/---

// tally counts the verdicts of a feed and keeps the first reasons, naming
// the line of the sample each answers. It keeps each sample sent until its
// verdict comes, and those the service did not take for sending again.
type tally struct {
	label string
	mu    sync.Mutex // protects everything below but counts and reasons
	cond  *sync.Cond // signalled as verdicts come and when collect ends
	// session is the ingest session's id; last is the line of the last
	// sample sent (0: none).
	session string
	last    int
	held    map[uint64]int
	// pending holds the samples sent and not yet answered, with their
	// lines, by client sequence; retries those answered not taken, in the
	// order sent. Nothing else is kept of a sample once it is answered,
	// so that a feed's memory does not grow with its file.
	pending map[uint64]pendingSample
	retries []retry
	whyNot  string // the first not-taken reason
	// gone is the line of the first sample answered that the robot does
	// not exist (status NOT_FOUND: deleted during the feed) or takes no
	// input (REFUSAL_QUARANTINED), whyGone its reason and goneCode its
	// status; 0 while the robot is there.
	gone     int
	whyGone  string
	goneCode codes.Code // NOT_FOUND, or FAILED_PRECONDITION: quarantined
	ended    bool       // collect returned
	counts   map[pb.Verdict]int
	reasons  []string
	// unsent is the line of the sample whose send failed (0: none).
	unsent int
	// earlier counts, by final verdict, the samples an earlier feed on the
	// session left held whose resolutions came to this one; they are none
	// of this feed's samples (like counts, collect's alone).
	earlier map[pb.Verdict]int
	// takenBefore is the robot's input count when a feed continuing a
	// session (-session) began; again counts the samples answered with a
	// sequence up to it, taken by an earlier feed (collect's alone).
	takenBefore uint64
	again       int
}

// retry is a sample the service did not take.
type retry struct {
	seq    uint64
	line   int
	sample *pb.Sample
}

func newTally(label, session string) *tally {
	t := &tally{label: label, session: session, held: map[uint64]int{}, pending: map[uint64]pendingSample{}, counts: map[pb.Verdict]int{}}
	t.cond = sync.NewCond(&t.mu)
	return t
}

// sending records the line of sample s, about to be sent as client
// sequence seq (the next one).
func (t *tally) sending(line int, seq uint64, s *pb.Sample) {
	t.mu.Lock()
	defer t.mu.Unlock()
	t.last = line
	t.pending[seq] = pendingSample{sample: s, line: line}
}

// pendingSample is a sample sent and not yet answered, with its line.
type pendingSample struct {
	sample *pb.Sample
	line   int
}

func (t *tally) lastLine() int {
	t.mu.Lock()
	defer t.mu.Unlock()
	return t.lastLineLocked()
}

func (t *tally) lastLineLocked() int { return t.last }

// goneLine returns the line of the first sample answered that the robot
// is gone (0: none).
func (t *tally) goneLine() int {
	t.mu.Lock()
	defer t.mu.Unlock()
	return t.gone
}

// stopped tells whether samples wait to be sent again.
func (t *tally) stopped() bool {
	t.mu.Lock()
	defer t.mu.Unlock()
	return len(t.retries) > 0
}

// drain waits until every sample sent is answered, the stream ended or
// ctx is done.
func (t *tally) drain(ctx context.Context) {
	stop := context.AfterFunc(ctx, func() {
		t.mu.Lock()
		t.cond.Broadcast()
		t.mu.Unlock()
	})
	defer stop()
	t.mu.Lock()
	defer t.mu.Unlock()
	for len(t.pending) > 0 && !t.ended && ctx.Err() == nil {
		t.cond.Wait()
	}
}

// takeRetries returns the samples not taken, in the order sent, as
// pending again: the caller sends them again.
func (t *tally) takeRetries() []retry {
	t.mu.Lock()
	defer t.mu.Unlock()
	rs := t.retries
	t.retries = nil
	for _, r := range rs {
		t.pending[r.seq] = pendingSample{sample: r.sample, line: r.line}
	}
	return rs
}

// firstNotTaken returns the line of the first sample not taken (0: none)
// and why.
func (t *tally) firstNotTaken() (int, string) {
	t.mu.Lock()
	defer t.mu.Unlock()
	if len(t.retries) == 0 {
		return 0, ""
	}
	return t.retries[0].line, t.whyNot
}

func (t *tally) notTakenCount() int {
	t.mu.Lock()
	defer t.mu.Unlock()
	return len(t.retries)
}

// unanswered returns the error of a stream that the service ended (err
// its status; nil when it ended it without one), naming the first line
// sent that has no verdict, from which to feed again.
func (t *tally) unanswered(err error) error {
	if err == nil {
		err = errors.New("the service ended the stream")
	}
	t.mu.Lock()
	defer t.mu.Unlock()
	var first uint64
	for seq := range t.pending {
		if first == 0 || seq < first {
			first = seq
		}
	}
	if first == 0 && t.unsent == 0 {
		return fmt.Errorf("the stream ended after %s:%d, whose verdict came: %w", t.label, t.lastLineLocked(), err)
	}
	what := fmt.Sprintf("is the first of %d samples sent without a verdict", len(t.pending))
	line := t.pending[first].line
	switch {
	case first == 0:
		what, line = "was not sent", t.unsent
	case t.unsent > 0:
		what += fmt.Sprintf(" (and line %d was not sent)", t.unsent)
	}
	return fmt.Errorf("%s:%d %s: the stream ended (%w); feed again from there, on the same session (what the service took is answered again, not applied twice): -from-line %d -session %s",
		t.label, line, what, err, line, t.session)
}

// unsend takes back the sample of client sequence seq, whose send failed
// (the stream had ended): it is not among the samples without a verdict,
// which were sent, but where a feed again would start if they were none.
func (t *tally) unsend(seq uint64) {
	t.mu.Lock()
	defer t.mu.Unlock()
	t.unsent = t.pending[seq].line
	delete(t.pending, seq)
}

// earlierPart is the summary's count of the samples an earlier feed on the
// session left held and that were decided during this one, when any.
func (t *tally) earlierPart() string {
	n := 0
	for _, c := range t.earlier {
		n += c
	}
	if n == 0 {
		return ""
	}
	return fmt.Sprintf("; and %d held by an earlier feed on the session decided: %s", n, verdictLine(t.earlier))
}

// againPart is the summary's count of the samples that an earlier feed on
// the session sent and the robot took, when any: they were answered with
// their first verdicts, which the counts hold, and not applied again.
func (t *tally) againPart() string {
	if t.again == 0 {
		return ""
	}
	return fmt.Sprintf("; %d of them taken by an earlier feed on the session, answered with their first verdicts and not applied again", t.again)
}

// notTakenPart is the summary's count of samples not taken, when any.
func (t *tally) notTakenPart() string {
	if n := t.notTakenCount(); n > 0 {
		return fmt.Sprintf(", not taken %d", n)
	}
	return ""
}

func (t *tally) reason(line int, verdict pb.Verdict, why string) {
	if why != "" && len(t.reasons) < 10 {
		t.reasons = append(t.reasons, fmt.Sprintf("%s:%d: %s: %s", t.label, line, convert.VerdictName(verdict), why))
	}
}

// answered settles a sample's verdict: it is no longer pending, and a
// sample not taken waits to be sent again. It reports whether the verdict
// counts (the sample was taken or refused for good).
func (t *tally) answered(resp *pb.IngestResponse) (line int, counts bool) {
	t.mu.Lock()
	defer t.mu.Unlock()
	defer t.cond.Broadcast()
	seq := resp.GetClientSequence()
	p := t.pending[seq]
	line, s := p.line, p.sample
	delete(t.pending, seq)
	if client.NotTaken(resp) && s != nil {
		if len(t.retries) == 0 {
			t.whyNot = resp.GetReason()
		}
		t.retries = append(t.retries, retry{seq: seq, line: line, sample: s})
		return line, false
	}
	if t.gone == 0 && refusedForItsRobot(resp) {
		t.gone, t.whyGone, t.goneCode = line, resp.GetReason(), codes.Code(resp.GetStatusCode())
	}
	if resp.GetVerdict() == pb.Verdict_VERDICT_HELD {
		t.held[resp.GetSequence()] = line
	}
	return line, true
}

// refusedForItsRobot reports whether resp refuses its sample because of
// the robot rather than the sample: the robot was deleted (NOT_FOUND
// without a refusal of the sample's own) or quarantined. A fix naming a
// sensor or landmark the configuration lacks is NOT_FOUND too, but only
// that sample is refused; before, feed took it for the robot gone and
// stopped with exit 4.
func refusedForItsRobot(resp *pb.IngestResponse) bool {
	if resp.GetVerdict() != pb.Verdict_VERDICT_INVALID {
		return false
	}
	switch resp.GetRefusal() {
	case pb.Refusal_REFUSAL_QUARANTINED:
		return true
	case pb.Refusal_REFUSAL_UNSPECIFIED:
		return codes.Code(resp.GetStatusCode()) == codes.NotFound
	}
	return false
}

// collect receives the verdicts until the stream ends; io.EOF and a
// cancelled session are not errors.
func (t *tally) collect(sess *client.Session) error {
	defer func() {
		t.mu.Lock()
		t.ended = true
		t.cond.Broadcast()
		t.mu.Unlock()
	}()
	for {
		resp, err := sess.Recv()
		if err != nil {
			if errors.Is(err, io.EOF) || exitCode(err) == exitInterrupted {
				return nil
			}
			return err
		}
		if !client.OnlyResolutions(resp) {
			if line, ok := t.answered(resp); ok {
				t.counts[resp.GetVerdict()]++
				if seq := resp.GetSequence(); seq > 0 && seq <= t.takenBefore {
					t.again++
				}
				t.reason(line, resp.GetVerdict(), resp.GetReason())
			}
		}
		for _, r := range resp.GetResolved() {
			t.mu.Lock()
			hl, ours := t.held[r.GetSequence()]
			delete(t.held, r.GetSequence())
			t.mu.Unlock()
			if !ours {
				// Held by an earlier feed on the session: counted apart,
				// or this feed's held count went below zero.
				if t.earlier == nil {
					t.earlier = map[pb.Verdict]int{}
				}
				t.earlier[r.GetVerdict()]++
				continue
			}
			t.counts[r.GetVerdict()]++
			t.counts[pb.Verdict_VERDICT_HELD]--
			t.reason(hl, r.GetVerdict(), r.GetReason())
		}
	}
}

// verdictLine renders verdict counts as "applied N, held N, ...".
func verdictLine(counts map[pb.Verdict]int) string {
	var parts []string
	for _, v := range countedVerdicts {
		parts = append(parts, fmt.Sprintf("%s %d", convert.VerdictName(v), counts[v]))
	}
	return strings.Join(parts, ", ")
}
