// TestRenamedLandmarksNotAMove: both posts of a frame read for 2 s as
// their neighbours one spacing along agree on a pose 5 m along, from two
// landmarks, as a carry there would; but the estimate explains the same
// refused fixes as readings of the posts its landmark blocks track, under
// other names (their joint cost at the estimate within the relocation's
// own chi-square quantile: joint compatibility, Neira and Tardos 2001,
// from memory), so the robot is not reseeded: no recovery, no misnamed fix
// applied, the estimate where it was. Before, it was reseeded 5 m along,
// the misnamed fixes were applied (16), and a second recovery brought it
// back (the orchard carrier's seeds 518, 536 and 539 of 40: 12, 5 and 15
// misread fixes applied; DEVELOPERS.md, "Design: Gating and recovery",
// renamed views). A robot set down 2.4 m along, whose readings no tracked
// post explains, is still reseeded, and so is one set down exactly a
// spacing along, whose view is the tracked one renamed, once its
// candidates are no longer so explained.
func TestRenamedLandmarksNotAMove(t *testing.T) {
	rec, mis, e := renamedRun(t, true, 0)
	if rec != 0 || mis != 0 || e > 0.2 {
		t.Errorf("posts renamed for 2 s: %d recoveries, %d misnamed fixes applied, final error %.2f m; want none, none, within 0.2 m", rec, mis, e)
	}
	for _, move := range []float64{2.4, 5} {
		if rec, _, e := renamedRun(t, false, move); rec == 0 || e > 0.2 {
			t.Errorf("set down %.1f m along: %d recoveries, final error %.2f m; want a recovery, within 0.2 m", move, rec, e)
		}
	}
}
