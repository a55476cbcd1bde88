package spin

import (
	"errors"
	"math"
	"runtime"
	"slices"
	"sync"
	"sync/atomic"

	"gonum.org/v1/gonum/floats"
	"gonum.org/v1/gonum/mat"
)

// cspin is one (composite) spin of a cluster: spin F = twoF/2 with frequency
// nu, belonging to cluster-local group grp.
type cspin struct {
	twoF int
	nu   float64
	grp  int
}

// basis is the product basis of a set of spins, sorted into blocks of equal
// total Mz. A state is a mixed-radix number whose digit k is the number of
// steps spin k is lowered from m = F (0 … 2F); block b holds the states
// whose digits sum to b, i.e. total 2M = Σ2F − 2b.
type basis struct {
	spins  []cspin
	stride []int
	blocks [][]int // state numbers per block
	pos    []int   // position of a state within its block
}

func newBasis(spins []cspin) *basis {
	b := &basis{spins: spins, stride: make([]int, len(spins))}
	total, nb := 1, 1
	for k, s := range spins {
		b.stride[k] = total
		total *= s.twoF + 1
		nb += s.twoF
	}
	b.blocks = make([][]int, nb)
	b.pos = make([]int, total)
	for s := 0; s < total; s++ {
		sum := 0
		for k := range spins {
			sum += b.digit(s, k)
		}
		b.pos[s] = len(b.blocks[sum])
		b.blocks[sum] = append(b.blocks[sum], s)
	}
	return b
}

// digit returns how far spin k is lowered from m = F in state s.
func (b *basis) digit(s, k int) int { return (s / b.stride[k]) % (b.spins[k].twoF + 1) }

// m returns the Mz of spin k in state s.
func (b *basis) m(s, k int) float64 { return float64(b.spins[k].twoF)/2 - float64(b.digit(s, k)) }

// raise and lower return √(F(F+1) − m(m±1)), the matrix elements of F±.
func raise(twoF int, m float64) float64 {
	f := float64(twoF) / 2
	return math.Sqrt(f*(f+1) - m*(m+1))
}

func lower(twoF int, m float64) float64 {
	f := float64(twoF) / 2
	return math.Sqrt(f*(f+1) - m*(m-1))
}

// hamiltonian builds block blk of H = Σ ν Fz + Σ J F·F (J from the
// cluster-local matrix jm) directly in the block's states.
func (b *basis) hamiltonian(blk int, jm [][]float64) *mat.SymDense {
	states := b.blocks[blk]
	data := getFloats(len(states) * len(states))
	clear(data)
	h := mat.NewSymDense(len(states), data)
	ms := make([]float64, len(b.spins))
	for i, s := range states {
		diag := 0.0
		for k, sp := range b.spins {
			ms[k] = b.m(s, k)
			diag += sp.nu * ms[k]
			for l := 0; l < k; l++ {
				diag += jm[sp.grp][b.spins[l].grp] * ms[k] * ms[l]
			}
		}
		h.SetSym(i, i, diag)
		// ½J (F+_k F−_l + F−_k F+_l): every ordered pair (k, l), raising k
		// and lowering l, reaches each off-diagonal element from one side.
		for k, sk := range b.spins {
			if b.digit(s, k) == 0 {
				continue
			}
			for l, sl := range b.spins {
				j := jm[sk.grp][sl.grp]
				if l == k || j == 0 || b.digit(s, l) == sl.twoF {
					continue
				}
				v := j / 2 * raise(sk.twoF, ms[k]) * lower(sl.twoF, ms[l])
				h.SetSym(i, b.pos[s-b.stride[k]+b.stride[l]], v)
			}
		}
	}
	return h
}

// eigen holds the eigenvalues and eigenvectors (columns) of one block.
type eigen struct {
	vals []float64
	vecs *mat.Dense
}

var errEigen = errors.New("spin: eigen-decomposition did not converge")

func (b *basis) diagonalise(blk int, jm [][]float64) (eigen, error) {
	h := b.hamiltonian(blk, jm)
	n := h.SymmetricDim()
	a := h.RawSymmetric().Data
	vals, ok := symEigen(a, n)
	if !ok {
		return eigen{}, errEigen
	}
	return eigen{vals: vals, vecs: mat.NewDense(n, n, a)}, nil
}

// sink receives the lines of a sub-spectrum: intensities are multiplied by
// scale and cluster-local group k is reported as eg[k].
type sink struct {
	out     []rawLine
	chunks  [][]rawLine // lines added by transitions, joined by all
	scale   float64
	eg      []int
	dropped float64 // intensity of transitions weaker than MinLine
	// weighted attributes each transition |A|² to the groups in proportion
	// to |A_g|² instead of sharing it as A_g·A (see fragment.go).
	weighted bool
}

// all returns the lines of all chunks and of out in one slice, ordered by
// group (a counting sort, stable), ready for mergeRaw.
func (s *sink) all() []rawLine {
	n, ng := len(s.out), 0
	for _, c := range s.chunks {
		n += len(c)
	}
	if n == len(s.out) {
		return s.out
	}
	chunks := append(s.chunks, s.out)
	for _, c := range chunks {
		for _, l := range c {
			ng = max(ng, l.eg+1)
		}
	}
	// Stable counting sort by group. The chunks are split into runs of
	// about equal line counts, one per worker; worker w writes group g's
	// lines from start[g] plus the counts of g in the runs before it.
	parts := 1
	if n >= 1<<15 {
		parts = min(runtime.GOMAXPROCS(0), len(chunks))
	}
	cut := make([]int, parts+1) // worker w takes chunks cut[w] … cut[w+1]−1
	for w, k, seen := 1, 0, 0; w < parts; w++ {
		for k < len(chunks) && seen < n*w/parts {
			seen += len(chunks[k])
			k++
		}
		cut[w] = k
	}
	cut[parts] = len(chunks)
	count := make([][]int, parts)
	parallel(parts, func(w int) {
		count[w] = make([]int, ng)
		for _, c := range chunks[cut[w]:cut[w+1]] {
			for _, l := range c {
				count[w][l.eg]++
			}
		}
	})
	next := make([][]int, parts)
	pos := 0
	for w := range next {
		next[w] = make([]int, ng)
	}
	for g := 0; g < ng; g++ {
		for w := 0; w < parts; w++ {
			next[w][g] = pos
			pos += count[w][g]
		}
	}
	out := getLines(n)
	parallel(parts, func(w int) {
		nx := next[w]
		for _, c := range chunks[cut[w]:cut[w+1]] {
			for _, l := range c {
				out[nx[l.eg]] = l
				nx[l.eg]++
			}
		}
	})
	for _, c := range s.chunks {
		putLines(c)
	}
	s.chunks = nil
	return out
}

// transitions adds the lines of spins to dst (as chunks; raw intensities, which sum
// to Tr(F+F−) over the product basis, times dst.scale). Blocks are
// diagonalised, and the lines between neighbouring blocks computed, on up to
// GOMAXPROCS goroutines; the result does not depend on their number.
//
// The blocks are scheduled by schedule: at most GOMAXPROCS+2 blocks'
// eigenvectors are held at once.
func transitions(spins []cspin, jm [][]float64, dst *sink) error {
	if len(spins) == 0 {
		return nil
	}
	b := newBasis(spins)
	nb := len(b.blocks)
	eig := make([]eigen, nb)
	errs := make([]error, nb)
	parts := make([]sink, nb-1)
	// With a mirror symmetry only blocks 0 … nb/2 are needed: pair b and
	// pair nb−2−b are images of each other.
	perm, nu0, sym := mirror(spins, jm)
	use := nb
	if sym {
		use = nb/2 + 1
	}
	diag := func(blk int) {
		if sym && nb%2 == 1 && blk == nb/2 {
			eig[blk], errs[blk] = b.diagonaliseMirror(blk, jm, perm)
		} else {
			eig[blk], errs[blk] = b.diagonalise(blk, jm)
		}
	}
	pair := func(blk int) {
		parts[blk] = sink{scale: dst.scale, eg: dst.eg, weighted: dst.weighted}
		b.lines(blk, eig[blk], eig[blk+1], &parts[blk])
	}
	cost := func(blk int) float64 {
		d := float64(len(b.blocks[blk]))
		if sym && nb%2 == 1 && blk == nb/2 {
			return d * d * d / 4 // two halves
		}
		return d * d * d
	}
	if err := schedule(use, runtime.GOMAXPROCS(0), cost, diag, pair, func(blk int) error { return errs[blk] }, func(blk int) {
		if eig[blk].vecs != nil {
			putFloats(eig[blk].vecs.RawMatrix().Data)
		}
		eig[blk] = eigen{}
	}); err != nil {
		return err
	}
	if sym {
		egMap := map[int]int{}
		for k, p := range perm {
			egMap[dst.eg[spins[k].grp]] = dst.eg[spins[p].grp]
		}
		for blk := 0; blk < nb-2-blk; blk++ {
			m := &parts[nb-2-blk]
			*m = sink{scale: dst.scale, eg: dst.eg, weighted: dst.weighted}
			mirrorLines(m, &parts[blk], nu0, egMap)
		}
	}
	for i := range parts {
		if len(parts[i].out) > 0 {
			dst.chunks = append(dst.chunks, parts[i].out)
		}
		dst.dropped += parts[i].dropped
	}
	return nil
}
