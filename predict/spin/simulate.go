package spin

import (
	"cmp"
	"errors"
	"fmt"
	"math"
	"runtime"
	"slices"
	"sort"
)

// Defaults and tolerances.
const (
	// DefaultStrongRatio is the Auto-mode threshold on |Δν|/|J| below which a
	// coupling is strong (common practice, no source).
	DefaultStrongRatio = 10
	// DefaultMaxSpins bounds exact clusters (see Options.MaxSpins): 12
	// distinct spin-1/2 nuclei, largest Mz block 924 states (about 7 MB per
	// matrix). 14 (block 3432, about 95 MB per matrix) must be asked for.
	DefaultMaxSpins = 12
	// MaxCount is the largest Count accepted for one group.
	MaxCount = 64
	// MaxLines bounds first-order splitting: a splitting step that would
	// give more lines than this is refused with ErrTooLarge.
	MaxLines = 1 << 21

	mergeTolHz    = 1e-3 // lines closer than this are one line (far below any line width)
	equivTolPPM   = 1e-9 // shift tolerance for magnetic equivalence
	equivTolHz    = 1e-9 // coupling tolerance for magnetic equivalence
	maxConfigs    = 16   // X-approximation configurations per cluster
	minIntensity  = 1e-12
	maxSpinsLimit = 16 // MaxSpins above this is refused outright (block 12870 states, 1.3 GB per matrix)
)

// ErrTooLarge is wrapped by the error Simulate returns when a cluster is too
// large to simulate exactly.
var ErrTooLarge = errors.New("cluster too large for exact simulation")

\---

→ **Work to be completed**
Count the lines of the records that include the word "whether". Give the number by itself.

→ **Answer for the task**
3